* _Assignment_: Go to the line holding "readonly metric: string;" in the entries below and write out exactly every line down to and including the line holding "export interface ReconcileAnswer".

* _Excerpted data_:
--- START ---
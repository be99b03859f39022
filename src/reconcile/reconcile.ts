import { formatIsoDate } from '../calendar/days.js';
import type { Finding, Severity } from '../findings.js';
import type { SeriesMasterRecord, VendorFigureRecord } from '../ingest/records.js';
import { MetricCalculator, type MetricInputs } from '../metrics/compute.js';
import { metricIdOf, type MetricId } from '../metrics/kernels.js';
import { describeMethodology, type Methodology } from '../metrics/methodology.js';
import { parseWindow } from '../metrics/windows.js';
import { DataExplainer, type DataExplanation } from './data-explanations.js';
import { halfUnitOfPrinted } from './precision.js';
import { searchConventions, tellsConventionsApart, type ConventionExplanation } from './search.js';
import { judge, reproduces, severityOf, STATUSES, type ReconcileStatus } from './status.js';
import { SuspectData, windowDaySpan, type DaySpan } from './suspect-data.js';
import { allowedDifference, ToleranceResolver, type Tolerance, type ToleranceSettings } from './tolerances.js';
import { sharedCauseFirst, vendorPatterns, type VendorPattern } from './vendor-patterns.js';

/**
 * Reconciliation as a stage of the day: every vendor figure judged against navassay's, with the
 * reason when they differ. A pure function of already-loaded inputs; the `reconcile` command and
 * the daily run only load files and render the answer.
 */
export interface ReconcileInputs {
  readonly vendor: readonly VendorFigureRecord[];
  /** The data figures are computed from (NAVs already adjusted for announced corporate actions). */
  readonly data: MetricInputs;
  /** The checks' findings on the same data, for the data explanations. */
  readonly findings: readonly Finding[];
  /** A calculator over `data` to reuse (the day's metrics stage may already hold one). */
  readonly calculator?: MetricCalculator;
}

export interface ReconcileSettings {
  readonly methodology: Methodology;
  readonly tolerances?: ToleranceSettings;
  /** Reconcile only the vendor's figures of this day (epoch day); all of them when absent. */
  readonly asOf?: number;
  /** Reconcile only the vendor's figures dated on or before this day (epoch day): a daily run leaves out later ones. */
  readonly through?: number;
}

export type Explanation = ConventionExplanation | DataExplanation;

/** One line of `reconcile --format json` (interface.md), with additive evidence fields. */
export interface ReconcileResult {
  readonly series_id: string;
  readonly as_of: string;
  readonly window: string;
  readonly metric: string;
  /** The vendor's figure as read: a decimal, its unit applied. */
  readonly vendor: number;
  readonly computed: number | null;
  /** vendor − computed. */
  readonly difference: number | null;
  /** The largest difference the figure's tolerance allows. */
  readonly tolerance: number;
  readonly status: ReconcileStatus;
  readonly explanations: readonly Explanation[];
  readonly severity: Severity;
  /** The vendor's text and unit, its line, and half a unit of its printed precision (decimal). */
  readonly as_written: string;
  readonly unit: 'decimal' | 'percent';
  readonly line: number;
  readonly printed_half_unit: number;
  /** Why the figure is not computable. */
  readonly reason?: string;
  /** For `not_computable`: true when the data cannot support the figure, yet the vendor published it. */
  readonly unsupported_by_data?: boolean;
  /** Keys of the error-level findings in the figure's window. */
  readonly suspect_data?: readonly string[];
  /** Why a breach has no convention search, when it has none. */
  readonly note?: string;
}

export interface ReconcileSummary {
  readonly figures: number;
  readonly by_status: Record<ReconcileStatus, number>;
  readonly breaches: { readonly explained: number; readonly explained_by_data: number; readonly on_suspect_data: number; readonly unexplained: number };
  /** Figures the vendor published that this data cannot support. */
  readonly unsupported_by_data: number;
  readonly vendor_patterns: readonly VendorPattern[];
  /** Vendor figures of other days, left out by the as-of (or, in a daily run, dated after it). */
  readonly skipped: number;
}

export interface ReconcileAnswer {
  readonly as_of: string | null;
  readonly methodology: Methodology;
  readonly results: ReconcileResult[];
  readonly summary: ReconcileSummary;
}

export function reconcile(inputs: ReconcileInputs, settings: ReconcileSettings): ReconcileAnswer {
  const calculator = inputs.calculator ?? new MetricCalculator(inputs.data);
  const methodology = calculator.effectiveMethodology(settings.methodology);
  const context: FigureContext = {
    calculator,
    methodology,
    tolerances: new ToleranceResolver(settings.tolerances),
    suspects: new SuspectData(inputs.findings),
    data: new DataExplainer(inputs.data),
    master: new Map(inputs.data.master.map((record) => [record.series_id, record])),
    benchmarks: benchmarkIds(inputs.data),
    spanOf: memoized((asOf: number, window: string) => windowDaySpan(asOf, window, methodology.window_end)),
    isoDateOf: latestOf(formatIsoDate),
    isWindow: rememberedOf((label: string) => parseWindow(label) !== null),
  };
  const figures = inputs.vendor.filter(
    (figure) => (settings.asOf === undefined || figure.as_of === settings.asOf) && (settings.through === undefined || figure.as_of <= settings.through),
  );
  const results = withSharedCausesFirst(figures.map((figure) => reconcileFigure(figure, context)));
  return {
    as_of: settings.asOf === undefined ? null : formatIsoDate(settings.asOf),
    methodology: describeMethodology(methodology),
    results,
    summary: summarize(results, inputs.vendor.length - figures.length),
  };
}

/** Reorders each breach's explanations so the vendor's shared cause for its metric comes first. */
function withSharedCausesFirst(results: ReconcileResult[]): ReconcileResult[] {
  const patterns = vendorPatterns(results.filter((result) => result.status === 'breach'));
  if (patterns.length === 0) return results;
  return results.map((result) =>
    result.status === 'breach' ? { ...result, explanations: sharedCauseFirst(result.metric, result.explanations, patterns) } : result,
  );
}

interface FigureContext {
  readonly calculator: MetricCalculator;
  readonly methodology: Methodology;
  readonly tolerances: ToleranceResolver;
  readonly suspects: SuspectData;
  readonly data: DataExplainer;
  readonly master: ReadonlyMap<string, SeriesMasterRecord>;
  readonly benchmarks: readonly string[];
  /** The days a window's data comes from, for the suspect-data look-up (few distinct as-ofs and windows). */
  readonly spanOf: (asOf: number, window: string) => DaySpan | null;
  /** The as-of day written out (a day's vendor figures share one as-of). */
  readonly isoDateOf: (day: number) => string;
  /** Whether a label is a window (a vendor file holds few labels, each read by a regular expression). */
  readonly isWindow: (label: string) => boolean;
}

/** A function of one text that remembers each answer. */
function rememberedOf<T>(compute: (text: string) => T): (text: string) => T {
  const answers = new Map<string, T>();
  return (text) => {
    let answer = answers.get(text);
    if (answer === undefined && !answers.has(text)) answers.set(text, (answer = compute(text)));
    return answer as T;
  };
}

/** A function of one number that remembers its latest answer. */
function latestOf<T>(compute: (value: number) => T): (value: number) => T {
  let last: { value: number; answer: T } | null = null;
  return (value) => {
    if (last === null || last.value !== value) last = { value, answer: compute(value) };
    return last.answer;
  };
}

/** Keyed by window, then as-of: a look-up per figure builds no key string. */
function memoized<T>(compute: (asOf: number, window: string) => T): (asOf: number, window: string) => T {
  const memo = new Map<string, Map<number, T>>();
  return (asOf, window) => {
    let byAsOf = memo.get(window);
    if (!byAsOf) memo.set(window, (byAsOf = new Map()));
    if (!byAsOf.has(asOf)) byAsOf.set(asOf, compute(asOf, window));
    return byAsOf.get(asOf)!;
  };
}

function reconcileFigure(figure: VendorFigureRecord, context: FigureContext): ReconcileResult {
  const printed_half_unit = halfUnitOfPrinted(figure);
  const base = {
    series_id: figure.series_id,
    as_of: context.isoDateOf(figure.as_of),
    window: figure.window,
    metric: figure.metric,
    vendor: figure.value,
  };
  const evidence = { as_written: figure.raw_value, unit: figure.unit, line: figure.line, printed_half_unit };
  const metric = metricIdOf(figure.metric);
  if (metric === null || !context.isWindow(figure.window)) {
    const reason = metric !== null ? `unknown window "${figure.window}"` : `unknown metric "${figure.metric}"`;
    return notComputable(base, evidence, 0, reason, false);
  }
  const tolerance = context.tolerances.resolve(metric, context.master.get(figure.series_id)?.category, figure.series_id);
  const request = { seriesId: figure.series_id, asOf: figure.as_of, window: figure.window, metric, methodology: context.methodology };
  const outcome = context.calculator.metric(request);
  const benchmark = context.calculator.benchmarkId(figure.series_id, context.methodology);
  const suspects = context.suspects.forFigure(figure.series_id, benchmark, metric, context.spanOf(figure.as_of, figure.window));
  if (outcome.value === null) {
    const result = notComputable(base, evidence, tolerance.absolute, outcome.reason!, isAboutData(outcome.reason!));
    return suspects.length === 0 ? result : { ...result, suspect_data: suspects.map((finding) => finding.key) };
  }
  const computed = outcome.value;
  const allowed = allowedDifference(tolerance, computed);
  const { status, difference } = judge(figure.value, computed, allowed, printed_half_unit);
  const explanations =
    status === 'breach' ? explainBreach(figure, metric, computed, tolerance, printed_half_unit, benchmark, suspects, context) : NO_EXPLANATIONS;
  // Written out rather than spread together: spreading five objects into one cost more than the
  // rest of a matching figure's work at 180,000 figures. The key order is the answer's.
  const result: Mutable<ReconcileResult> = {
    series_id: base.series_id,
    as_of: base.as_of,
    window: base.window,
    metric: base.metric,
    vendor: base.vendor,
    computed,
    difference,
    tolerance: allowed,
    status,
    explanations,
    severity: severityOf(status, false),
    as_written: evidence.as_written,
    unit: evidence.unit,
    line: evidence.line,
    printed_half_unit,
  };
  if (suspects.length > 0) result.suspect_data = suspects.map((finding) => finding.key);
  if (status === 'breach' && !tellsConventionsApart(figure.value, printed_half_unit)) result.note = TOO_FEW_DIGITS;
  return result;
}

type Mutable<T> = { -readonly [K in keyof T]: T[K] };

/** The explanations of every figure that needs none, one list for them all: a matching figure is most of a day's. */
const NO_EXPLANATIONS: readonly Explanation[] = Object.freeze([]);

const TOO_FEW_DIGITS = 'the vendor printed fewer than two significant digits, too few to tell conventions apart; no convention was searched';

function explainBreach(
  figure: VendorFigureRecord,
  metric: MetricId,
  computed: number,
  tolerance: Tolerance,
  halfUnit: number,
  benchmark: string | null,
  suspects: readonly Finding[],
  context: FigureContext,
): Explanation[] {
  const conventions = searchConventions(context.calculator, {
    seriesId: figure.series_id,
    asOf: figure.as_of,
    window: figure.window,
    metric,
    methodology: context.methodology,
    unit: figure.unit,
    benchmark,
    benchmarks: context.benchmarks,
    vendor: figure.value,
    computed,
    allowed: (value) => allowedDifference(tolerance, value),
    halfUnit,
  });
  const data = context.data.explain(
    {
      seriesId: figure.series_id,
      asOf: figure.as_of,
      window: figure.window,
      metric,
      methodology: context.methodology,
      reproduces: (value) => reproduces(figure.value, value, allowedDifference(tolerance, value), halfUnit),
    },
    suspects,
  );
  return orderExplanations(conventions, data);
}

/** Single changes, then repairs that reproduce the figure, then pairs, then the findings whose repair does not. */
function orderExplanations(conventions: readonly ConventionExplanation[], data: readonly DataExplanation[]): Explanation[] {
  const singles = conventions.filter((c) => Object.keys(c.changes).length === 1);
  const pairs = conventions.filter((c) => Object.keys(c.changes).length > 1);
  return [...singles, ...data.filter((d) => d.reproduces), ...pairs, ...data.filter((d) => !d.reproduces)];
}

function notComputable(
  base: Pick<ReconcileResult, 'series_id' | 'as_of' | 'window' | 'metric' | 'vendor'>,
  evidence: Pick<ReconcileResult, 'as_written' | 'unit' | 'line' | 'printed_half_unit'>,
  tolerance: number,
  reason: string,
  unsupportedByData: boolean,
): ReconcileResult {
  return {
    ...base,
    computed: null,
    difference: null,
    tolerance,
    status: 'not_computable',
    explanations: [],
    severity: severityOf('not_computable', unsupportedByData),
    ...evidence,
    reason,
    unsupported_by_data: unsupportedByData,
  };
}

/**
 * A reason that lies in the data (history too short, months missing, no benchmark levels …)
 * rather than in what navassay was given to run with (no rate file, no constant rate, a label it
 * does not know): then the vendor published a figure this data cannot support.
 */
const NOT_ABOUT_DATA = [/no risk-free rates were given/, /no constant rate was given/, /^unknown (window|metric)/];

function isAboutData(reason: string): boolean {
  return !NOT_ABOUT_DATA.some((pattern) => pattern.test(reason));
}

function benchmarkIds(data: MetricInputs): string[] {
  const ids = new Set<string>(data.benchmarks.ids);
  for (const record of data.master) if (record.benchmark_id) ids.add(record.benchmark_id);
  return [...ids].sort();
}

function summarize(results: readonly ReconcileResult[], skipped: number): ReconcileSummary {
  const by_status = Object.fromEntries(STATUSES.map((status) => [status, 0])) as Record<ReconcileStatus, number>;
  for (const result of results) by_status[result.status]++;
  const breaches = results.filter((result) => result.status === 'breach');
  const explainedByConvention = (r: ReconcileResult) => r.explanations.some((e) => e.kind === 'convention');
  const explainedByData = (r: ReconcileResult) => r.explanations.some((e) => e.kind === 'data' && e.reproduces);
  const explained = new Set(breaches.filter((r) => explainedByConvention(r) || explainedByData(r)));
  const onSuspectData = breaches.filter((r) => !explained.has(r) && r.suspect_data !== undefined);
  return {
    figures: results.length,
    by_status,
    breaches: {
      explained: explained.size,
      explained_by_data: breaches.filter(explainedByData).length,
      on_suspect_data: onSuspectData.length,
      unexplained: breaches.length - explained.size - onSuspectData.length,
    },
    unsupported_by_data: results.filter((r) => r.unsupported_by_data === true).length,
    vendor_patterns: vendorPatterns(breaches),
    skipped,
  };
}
--- END ---
* _Solution to the problem_:
  readonly metric: string;
  /** The vendor's figure as read: a decimal, its unit applied. */
  readonly vendor: number;
  readonly computed: number | null;
  /** vendor − computed. */
  readonly difference: number | null;
  /** The largest difference the figure's tolerance allows. */
  readonly tolerance: number;
  readonly status: ReconcileStatus;
  readonly explanations: readonly Explanation[];
  readonly severity: Severity;
  /** The vendor's text and unit, its line, and half a unit of its printed precision (decimal). */
  readonly as_written: string;
  readonly unit: 'decimal' | 'percent';
  readonly line: number;
  readonly printed_half_unit: number;
  /** Why the figure is not computable. */
  readonly reason?: string;
  /** For `not_computable`: true when the data cannot support the figure, yet the vendor published it. */
  readonly unsupported_by_data?: boolean;
  /** Keys of the error-level findings in the figure's window. */
  readonly suspect_data?: readonly string[];
  /** Why a breach has no convention search, when it has none. */
  readonly note?: string;
}

export interface ReconcileSummary {
  readonly figures: number;
  readonly by_status: Record<ReconcileStatus, number>;
  readonly breaches: { readonly explained: number; readonly explained_by_data: number; readonly on_suspect_data: number; readonly unexplained: number };
  /** Figures the vendor published that this data cannot support. */
  readonly unsupported_by_data: number;
  readonly vendor_patterns: readonly VendorPattern[];
  /** Vendor figures of other days, left out by the as-of (or, in a daily run, dated after it). */
  readonly skipped: number;
}

export interface ReconcileAnswer {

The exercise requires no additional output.